The variable 'b' has a value of  -0.004
The variable 'b' has a value of   1.235
[/b]

See? No "dtostrf" baloney.

krupski:
So sad that the Arduino IDE developers refuse to let users do something like this:

Is it really the IDE that stops you? I thought it was GCC that was the issue there. And they don't refuse to let you. You did it. It's open source, you can do anything you want with it.

Delta_G:
Is it really the IDE that stops you? I thought it was GCC that was the issue there. And they don't refuse to let you. You did it. It's open source, you can do anything you want with it.

GCC does everything just fine. All the IDE does is build GCC command strings and passes them to the compiler. Any limitations in programming an Arduino are due to the IDE, NOT GCC.

To use ordinary printf and floating point, all that's necessary is to "hack" the IDE to link [b]libprintf_flt.a[/b] into the compiled binary instead of [b]libprintf_min.a[/b].

Or, better yet, add a checkbox option in Preferences to choose which one to link (floating point when you need it, the non-floating point one when you don't - saves a few bytes of flash).

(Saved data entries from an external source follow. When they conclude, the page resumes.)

"""Files of a plant's own log, read by their mappings and put together to the process log of the record."""

from __future__ import annotations

from collections.abc import Sequence
from dataclasses import dataclass, replace
from datetime import date, datetime, timedelta
from statistics import median

from reporter.intake.dates import Fault
from reporter.intake.foreign.grid import Grid, letters
from reporter.intake.foreign.mapping import MappedColumn, Mapping, differences_of
from reporter.intake.foreign.sort import sort_rows
from reporter.intake.foreign.tables import Table, at, find_tables
from reporter.intake.foreign.times import joined
from reporter.intake.foreign.wording import read_cell
from reporter.intake.gather import Gathered
from reporter.intake.sheets import sentinels
from reporter.intake.table import show
from reporter.problems import Place, Problem, problem
from reporter.record import ProcessLog, ReadingKind
from reporter.units import read_unit

Value = float | str | None
Row = tuple[datetime, int, tuple[Value, ...]]


@dataclass(frozen=True, slots=True)
class ProcessFile:
    """One file of a plant's log: its name, the log, what was understood in words, problems."""

    name: str
    log: ProcessLog
    lines: tuple[str, ...]
    problems: tuple[Problem, ...]


def read_process_file(grid: Grid, mapping: Mapping, *, day: date | None = None) -> ProcessFile:
    """Read a plant's log by a mapping.

    Parameters
    ----------
    grid
        The file.
    mapping
        Made for files of its shape, with columns of the use ``process``.
    day
        The test date, where the mapping says that the file holds times alone.

    Returns
    -------
    ProcessFile
        Stamps of an interval become its middle, so that each value falls into the run that holds most of it.
    """
    name = grid.source.name
    gathered = Gathered(name)
    every = find_tables(grid)
    changed = differences_of(mapping, grid, every) if grid.pages else ()
    tables = [table for table in every if mapping.fits(table)]
    if grid.pages and (changed or not tables):
        gathered.add("mapping-differs", gathered.place(), "; ".join(changed))
    if gathered.unreadable or not grid.pages:
        return ProcessFile(name, ProcessLog(), (), (*grid.problems, *gathered.all()))
    rows: list[Row] = []
    for table in tables:
        rows += _rows(grid, mapping, table, gathered, day)
    rows = _in_order(rows, gathered)
    own = [(i, column) for i, column in enumerate(mapping.columns) if column.use == "process"]
    log = ProcessLog(
        columns=tuple(column.channel for _, column in own),
        units=tuple(read_unit(column.unit) if column.unit else None for _, column in own),
        times=tuple(time for time, _, _ in rows),
        values=tuple(values for *_, values in rows),
        place=Place(name, tables[0].page.sheet),
        letters=tuple(letters(tables[0].columns[i]) for i, _ in own),
        rows=tuple(number for _, number, _ in rows),
    )
    lines = [f"read by the mapping {mapping.name!r}: {len(rows)} rows of the plant's log"]
    if rows:
        lines.append(f"time: {rows[0][0]:%Y-%m-%d %H:%M:%S} to {rows[-1][0]:%Y-%m-%d %H:%M:%S}")
    lines += [f"process: {column.channel}{f' in {column.unit}' if column.unit else ''}" for _, column in own]
    log, words = _at_middle(log, mapping.time.stamp)
    return ProcessFile(name, log, (*lines, *words), (*grid.problems, *gathered.all()))


def _rows(grid: Grid, mapping: Mapping, table: Table, gathered: Gathered, day: date | None) -> list[Row]:
    """The rows of one table; totals and rows of text are left out, numbers without a time are a problem."""
    columns = list(zip(table.columns, mapping.columns, strict=True))
    times = [column for column, mapped in columns if mapped.use == "time"]
    own = [(column, mapped) for column, mapped in columns if mapped.use == "process"]
    found: list[Row] = []
    for row in sort_rows(table, times, [c for c, _ in own], mapping.time.order, cut_off=grid.cut_off):
        place = grid.place(table.page, row.row, times[0], "Time")
        if row.fault:
            shown = " ".join(show(at(table.page.rows[row.row], column)) for column in times).strip()
            gathered.add(row.fault, place, repr(shown) if row.fault == "not-a-time" else row.why)
            continue
        if not row.stamps:
            gathered.add("rows-left-out", place, row.why)
            continue
        moment = joined(row.stamps, day if mapping.time.day else None, mapping.time)
        if moment is None:
            gathered.add("not-a-time", place, "a stamp without its day or its time of day")
            continue
        values = tuple(_value(grid, mapping, table, row.row, cell, gathered) for cell in own)
        found.append((moment, table.page.number(row.row), values))
    return found


def _value(
    grid: Grid, mapping: Mapping, table: Table, row: int, cell: tuple[int, MappedColumn], gathered: Gathered
) -> Value:
    """What one cell holds: a number, nothing, or its word; a mark for a missing value is a word, and is said."""
    column, mapped = cell
    page = table.page
    value = at(page.rows[row], column)
    place = grid.place(page, row, column, mapped.channel)
    if (row, column) in page.uncalculated:
        gathered.add("formula-without-value", place, "a formula that was never calculated")
        return None
    if (row, column) in page.percent and isinstance(value, float):
        value *= 100.0
    read = read_cell(value, "", mapping.numbers, dict(mapping.words))
    if isinstance(read, Fault):
        return show(value)
    if read.kind is ReadingKind.NUMBER and read.value is not None:
        if read.value in sentinels():
            gathered.add("sentinel-value", place, show(value), expected="a measured number; it is counted as one")
        return read.value
    return None if read.kind is ReadingKind.BLANK else read.text


def _in_order(rows: list[Row], gathered: Gathered) -> list[Row]:
    """The rows by time; one that stands twice with the same values counts once."""
    kept: list[Row] = []
    for row in sorted(rows, key=lambda one: one[0]):
        if kept and kept[-1][0] == row[0]:
            if kept[-1][2] != row[2]:
                found = f"{row[0]:%Y-%m-%d %H:%M:%S}, also in row {kept[-1][1]}, with other values"
                gathered.add("duplicate-time", gathered.place("", f"A{row[1]}", "Time"), found)
            continue
        kept.append(row)
    return kept


def _at_middle(log: ProcessLog, stamp: str) -> tuple[ProcessLog, tuple[str, ...]]:
    """The log with stamps of an interval moved to its middle; as it is where stamps are moments."""
    if stamp not in ("interval start", "interval end") or len(log.times) < 2:
        return log, ("each stamp is taken as the moment of its value",)
    steps = [(b - a).total_seconds() for a, b in zip(log.times, log.times[1:], strict=False)]
    half = timedelta(seconds=median(steps) / 2.0) * (1 if stamp == "interval start" else -1)
    words = f"stamps are the {stamp.split()[1]} of intervals of {median(steps):g} s; each value stands at its middle"
    return replace(log, times=tuple(time + half for time in log.times)), (words,)


def process_of(own: ProcessLog, files: Sequence[ProcessFile]) -> tuple[ProcessLog, list[Problem]]:
    """One process log of the sheet Process and of files; a column that two hold must agree where they overlap."""
    logs = [log for log in (own, *(file.log for file in files)) if log.columns]
    if len(logs) < 2:
        return (logs[0] if logs else own), []
    problems: list[Problem] = []
    units: dict[str, str] = {}
    cells: dict[str, dict[datetime, Value]] = {}
    for log in logs:
        for position, (name, unit) in enumerate(zip(log.columns, log.units, strict=True)):
            written = "" if unit is None else unit.unit
            if units.setdefault(name, written) != written:
                words = f"{name} in {written or 'no unit'} here, in {units[name] or 'no unit'} in another log"
                problems.append(problem("readings-contradict", log.place, words))
                continue
            column = cells.setdefault(name, {})
            for time, values in zip(log.times, log.values, strict=True):
                if column.setdefault(time, values[position]) != values[position]:
                    words = f"{name} at {time:%Y-%m-%d %H:%M:%S}"
                    problems.append(problem("readings-contradict", log.place, words))
                    break
    times = sorted({time for column in cells.values() for time in column})
    place = Place(", ".join(dict.fromkeys(log.place.file for log in logs if log.place.file)))
    table: list[tuple[Value, ...]] = [tuple(column.get(time) for column in cells.values()) for time in times]
    read = tuple(read_unit(units[name]) if units[name] else None for name in cells)
    return ProcessLog(tuple(cells), read, tuple(times), tuple(table), place), problems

The "sketch" I show above was compiled by a plain old Arduino 1.0.5 IDE with a few minor differences:

(1) I turned on the floating point option checkbox (custom option in my IDE).
(2) I connected the serial port to the standard IO streams to allow using fprintf (the STDIO.open() call).
(3) I used "int main (void)" instead of that "setup/loop" nonsense (although it would work the same with setup/loop).

See? I didn't need "dtostrf". I didn't need to worry about buffer overflows. I didn't need a dozen "Serial.print()" calls just to print a few lines, I didn't need to play games checking string lengths and inserting padding to get the numbers to line up right.

@westfw that could be a solution but honestly showing the scientific notations may not be the best way to present data mainly it is harder to read and understand if the numbers are small most of the time. So, I am still going to work on a solution which safely perform this. Please read the rest of my post after replies to each individual, because I have a question which probably you can answer it the best.

@krupski I am not really familiar with IDE manipulations and most stuff in that regard which you mentioned. I think the method you proposed has a lot of over head in run time. but a "safe, civilized, reasonable" dtostrf is really easy to do and also consider that we may not always need to put things in serial port (although I know sprintf could be used if some tweaks are done to IDE).

Now back to question:

  1. so is it concluded that the description for dtostrf is wrong or dtostrf is implemented wrong? if yes, could you guys with higher star rating and reputation voice this out so that it can get fixed. Or if I should report it myself please let me know what is the best way to do it.

  2. I was checking the implementation of dtostrf from this (thank to westfw) and I noticed there is an interesting function which does most of the job and probably is written in the most efficient way. that function/macro looking function is __ftoa_engine.
    A good documentation can be found in here . Before finding this document I noticed that __ftoa_engine cannot be used in arduino IDE. and I could not even include ftoa_engine.h. How can I get access to this file in arduino? should not it be part of the IDE?

  3. In the reference above for avr-libc.1.8.0 a dtostrf implementation has been provided which follows the exact documention as the one used in arduino but it has been implemented correctly, which means the user can tell the precision."prec determines the number of digits after the decimal sign". What do you think about this implementation?

alirezasafdari:
@krupski I am not really familiar with IDE manipulations and most stuff in that regard which you mentioned. I think the method you proposed has a lot of over head in run time.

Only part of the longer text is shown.